Supplied information →
"""Failure probability from a nominal life: checked against scipy.stats.lognorm (a
reference library) and the P10 definition."""

import math

import numpy as np
import pytest
from scipy import stats

from planner.pack.life_risk import chemistry_life_log_sigma, failure_prob_by_age, life_log_sigma


def test_matches_the_lognormal_cdf_of_scipy():
    # scipy.stats.lognorm(s, scale=median).cdf is the reference log-normal distribution
    probs = failure_prob_by_age(10.0, 15, 0.1)
    ref = stats.lognorm(0.1, scale=10.0).cdf(np.arange(1, 16))
    assert np.allclose(probs, ref, atol=1e-12)
    assert probs[9] == pytest.approx(0.5)  # the nominal life is the median


def test_pack_in_service_is_conditioned_on_its_age():
    # P(T < a + t | T > a) = (F(a + t) - F(a)) / (1 - F(a)), F from scipy.stats.lognorm
    dist = stats.lognorm(0.2, scale=9.0)
    probs = failure_prob_by_age(5.0, 6, 0.2, age_years=4.0)
    ref = (dist.cdf(4.0 + np.arange(1, 7)) - dist.cdf(4.0)) / dist.sf(4.0)
    assert np.allclose(probs, ref, atol=1e-12)


def test_p10_shorter_than_the_interval_means_ten_percent_or_more():
    # Definition of P10: 10 % of packs have failed by then (quantile from scipy.stats)
    sigma, median = 0.15, 9.0
    p10 = stats.lognorm(sigma, scale=median).ppf(0.10)
    assert p10 < 8.0
    assert failure_prob_by_age(median, 10, sigma)[7] >= 0.10


def test_log_sigma_from_the_fade_law():
    # loss = k t^z reaches a fixed loss at t ~ k^(-1/z): the log-sigma of life is s_k / z,
    # with s_k = sqrt(ln(1 + cv^2)) for a log-normal k of coefficient of variation cv
    assert life_log_sigma(0.5, 0.05) == pytest.approx(math.sqrt(math.log(1.0025)) / 0.5)
    assert life_log_sigma(1.0, 0.05) == pytest.approx(math.sqrt(math.log(1.0025)))
    for chem in ("vrla", "lfp", "nmc", "lto", "lisocl2"):
        assert 0.0 < chemistry_life_log_sigma(chem) < 0.5


def test_edges():
    assert failure_prob_by_age(float("inf"), 3, 0.1) == (0.0, 0.0, 0.0)
    assert failure_prob_by_age(0.0, 2, 0.1) == (1.0, 1.0)
    probs = failure_prob_by_age(3.0, 20, 0.3, age_years=10.0)
    assert all(b >= a for a, b in zip(probs, probs[1:])) and probs[-1] <= 1.0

Assigned task → All lines above containing the string "reference": copy each one.

Task solution →
reference library) and the P10 definition."""
    # scipy.stats.lognorm(s, scale=median).cdf is the reference log-normal distribution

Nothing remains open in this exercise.